Streptolactam A (1), isolated from an EtOAc extract from Streptomyces sp. OUCMDZ-3159 without light, was dissolved in MeOH at a concentration of 2.5 mM and stirred with or without light at rt (30 °C), −15 °C and 50 °C, respectively. Compound 2 was dissolved in MeOH at a concentration of 1 mM with or without light at rt (30 °C) and −15 °C, respectively. The reaction mixtures were analyzed every 30 min by use of HPLC on an ODS column eluting with 65% MeOH aqueous solution at a flow rate of 1 mL/min.
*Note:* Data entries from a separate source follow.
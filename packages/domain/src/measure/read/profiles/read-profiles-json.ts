import type { FaultList } from "../fault-list.ts";
import { type Json, readJson } from "../json/json-bytes.ts";
import { MM_PER, PointSink } from "../point-sink.ts";
import type { OpenFile } from "../scan-input.ts";
import { hasColumn } from "../text/column-names.ts";
import { checkProfile, isObject, type JsonProfile, shown } from "./json-profile.ts";
import { PoseJoin } from "./pose-join.ts";
import { type PoseSet, poseSetOf } from "./pose-set.ts";
import type { ProfileKey } from "./profile-key.ts";
import { readPoses } from "./read-poses.ts";

/**
 * Reads profiles written as JSON, each with its pose, or with the poses beside them in a file.
 * Layout: `{ units, profiles: [{ station_mm, pose: { point, quaternion }, x_mm: [], z_mm: [] }] }`.
 */
export function readProfilesJson(file: OpenFile, poses: OpenFile | null): PointSink {
  const sink = new PointSink(true);
  const list = profilesIn(file);
  if (list === null) return sink;
  const { units, faults } = file;
  const first = list[0];
  const key =
    isObject(first) && !hasColumn(Object.keys(first), "station") && hasColumn(Object.keys(first), "profile")
      ? "profile"
      : "station";
  const profiles: JsonProfile[] = [];
  for (let i = 0; i < list.length && !faults.full; i++) {
    const profile = checkProfile(list[i]!, `/profiles/${i}`, { units, key, faults });
    if (profile !== null) profiles.push(profile);
  }
  const set = posesOf(profiles, key, file, poses);
  if (set === null) return sink;
  const join = new PoseJoin(set, key, faults);
  for (const profile of profiles) carryProfile(profile, { set, join, scale: MM_PER[units], faults }, sink);
  return sink;
}

/** The list of profiles; null where the file is no JSON, has another layout or names another unit. */
function profilesIn({ bytes, from, units, faults }: OpenFile): readonly Json[] | null {
  const read = readJson(bytes, from);
  if ("fault" in read) {
    const { why, line, isCut } = read.fault;
    faults.add(isCut ? "file-truncated" : "file-header-invalid", why, { line });
    return null;
  }
  const { value } = read;
  const list = isObject(value) ? value["profiles"] : undefined;
  if (!isObject(value) || !Array.isArray(list)) {
    faults.add("file-header-invalid", "an object with a list named profiles was expected", { pointer: "" });
    return null;
  }
  const declared = value["units"];
  if (declared === undefined || declared === units) return list;
  const what = `units is ${shown(declared)}, but the file was declared in "${units}"`;
  faults.add("scan-units-contradict", what, { pointer: "/units", field: "units" });
  return null;
}

/** The poses that the profiles carry; those of the file beside them where none carries one. */
function posesOf(
  profiles: readonly JsonProfile[],
  key: ProfileKey,
  { faults }: OpenFile,
  poses: OpenFile | null,
): PoseSet | null {
  const without = profiles.filter(({ pose }) => pose === null);
  if (faults.any || profiles.length === 0) return null;
  if (without.length === profiles.length && poses !== null)
    return poses.faults.any ? null : readPoses(poses, key);
  for (const { pointer, key: at } of without) {
    faults.add("scan-poses-missing", `${key} ${at} carries no pose`, { pointer, field: "pose" });
  }
  return faults.any
    ? null
    : poseSetOf(
        profiles.map(({ pose }) => pose!),
        key,
        faults,
      );
}

interface Carrier {
  readonly set: PoseSet;
  readonly join: PoseJoin;
  readonly scale: number;
  readonly faults: FaultList;
}

/** Adds the returns of one profile: null for z is a lost return. */
function carryProfile(profile: JsonProfile, { set, join, scale, faults }: Carrier, sink: PointSink): void {
  const { key, x: xs, z: zs, pointer, xPointer, zPointer } = profile;
  const index = join.find(key, () => ({ pointer }));
  if (index < 0) return;
  for (let i = 0; i < xs.length && !faults.full; i++) {
    const x = xs[i]!;
    const z = zs[i]!;
    if (z === null && (x === null || typeof x === "number")) sink.lose();
    else if (typeof x !== "number") refuseValue(x, `${xPointer}/${i}`, faults);
    else if (typeof z !== "number") refuseValue(z, `${zPointer}/${i}`, faults);
    else {
      set.carry(index, x * scale, z * scale);
      sink.add(set.x_mm, set.y_mm, set.z_mm, index);
    }
  }
}

function refuseValue(value: Json, pointer: string, faults: FaultList): void {
  faults.add("file-value-invalid", `${shown(value)} stands where a number was expected`, { pointer });
}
The isolated compounds 1, 2 and 4 were used as the standards (Figure 6).

Compound 2 was very fragile at rt. In order to identify its structure, we tried to obtain more materials through chemical transformation. Compound 1 was not stable under light, which could be converted into compounds 2 and 4. So, we treated compound 1 (35.0 mg, 25mM in MeOH) with sunlight for 1.5 h, and then the mixture was separated by HPLC on an ODS column at 18 °C using 65% MeOH aqueous solution to yield compounds 4 (4.0 mg, t_R 9.1 min, 11.4% yield) and 2 (2.0 mg, t_R 10.2 min, 5.7% yield). The NMR spectra of compound 2 were measured at 0 °C in pyridine-d₅.

3.11. Cytotoxicity Assay

Cytotoxicity was assayed against A549 and MCF-7 cell lines by the MTT [19], and K562 and HL-60 cell lines CCK-8 [20] methods. Adriamycin was used as the positive control with the IC₅₀ values of 1.00, 0.63, 0.73 and 0.58 for the cell lines MCF-7, A549, K562, and HL-60 respectively.

3.12. Antimicrobial Assay

The antimicrobial activities against pathogenic bacteria, Escherichia coli ATCC 11775, Staphylococcus aureus ATCC 6538, Pseudomonas aeruginosa ATCC10145, Clostridium perfringens CGMCC 1.0876 and Bacillus subtilis CGMCC 1.3376, as well as the pathogenic fungus, Candida albicans ATCC 10231 were evaluated by an agar dilution method [21]. The tested strains were cultivated in LB agar plates for bacteria and YPD agar plates for C. albicans at 37 °C. Compounds 1, 3 and 4 and positive controls were dissolved in MeOH at different concentrations from 100 to 0.05 μg/mL by the continuous 2-fold dilution methods. A 10 μL quantity of test solution was absorbed by a paper disk (5 mm diameter) and placed on the assay plates. After 12 h incubation, zones of inhibition (mm in diameter) were recorded. The minimum inhibitory concentrations (MICs) were defined as the lowest concentration at which no microbial growth could be observed. Ciprofloxacin lactate (for bacteria) and ketoconazole (for fungus) were used as positive control for E. coli, S. aureus, P. aeruginosa, C. perfringens, B. subtilis, C. albicans with MIC values of 1.9, 1.9, 3.8, 1.9, 0.94, and 0.02 μM, respectively.

4. Conclusions

In summary, we identified four polyene macrolactams (1–4) from a deep-sea sediment-derived Streptomyces strain, OUCMDZ-3159. Compounds 1 and 2 with 20-membered or larger ring moieties existed a keto-enol tautomerism in the DMSO solution or pyridine solution. The abiotic formation of 2 and 4 from 1 was clarified through a package of heat and light induced intramolecular pericyclic reactions. This study indicated that light was a key factor that made the polyene macrolactams unstable at rt. The results provide ideas for the research on the non-enzymatic formation of polycyclic macrolactams.